| What the task requires |
The lines from the start of the data through the line containing "readonly rmse: number" are to be reproduced exactly, both ends included.

(Data items)

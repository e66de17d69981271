/** Error figures of a simulated series against a measured one. Differences are measured minus simulated. */
export interface ErrorFigures {
  readonly n: number
  /** Mean difference, in the unit of the series: positive when the simulation is too low. */
  readonly bias: number
  /** Root mean square difference with n as divisor, in the unit of the series. */
  readonly rmse: number
  /** Normalised mean bias error [%]; null when the measured mean is 0. */
  readonly nmbe_pct: number | null
  /** Coefficient of variation of the root mean square error [%]; null when the measured mean is 0. */
  readonly cvRmse_pct: number | null
}

/**
 * Error figures of ASHRAE Guideline 14 (2002 and 2014, section 5, (n - p) from memory):
 *
 *   NMBE = Σ(m - s) / ((n - p) m̄),   CV(RMSE) = √(Σ(m - s)² / (n - p)) / m̄
 *
 * They were written for energy. For temperatures use bias and rmse in K: a ratio to a Celsius mean
 * depends on where the scale has its zero.
 *
 * @param p number of adjusted parameters in the divisor: 1 for a tuned model, 0 for the plain mean
 * @throws RangeError for series of different lengths, or not more than p values
 */
export function errorFigures(
  measured: ArrayLike<number>,
  simulated: ArrayLike<number>,
  p: 0 | 1 = 1,
): ErrorFigures {
  const n = measured.length
  if (simulated.length !== n)
    throw new RangeError(`error figures: ${n} measured values but ${simulated.length} simulated ones`)
  if (n <= p) throw new RangeError(`error figures: needs more than ${p} values, got ${n}`)
  let difference = 0
  let square = 0
  let level = 0
  for (let i = 0; i < n; i++) {
    const d = measured[i] - simulated[i]
    difference += d
    square += d * d
    level += measured[i] / n
  }
  if (!Number.isFinite(square + level)) throw new RangeError('error figures: values must be finite numbers')
  return {
    n,
    bias: difference / n,
    rmse: Math.sqrt(square / n),
    nmbe_pct: level === 0 ? null : (100 * difference) / ((n - p) * level),
    cvRmse_pct: level === 0 ? null : (100 * Math.sqrt(square / (n - p))) / level,
  }
}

| Answer area |
repository e66de17d69981271
/** Error figures of a simulated series against a measured one. Differences are measured minus simulated. */
export interface ErrorFigures {
  readonly n: number
  /** Mean difference, in the unit of the series: positive when the simulation is too low. */
  readonly bias: number
  /** Root mean square difference with n as divisor, in the unit of the series. */
  readonly rmse: number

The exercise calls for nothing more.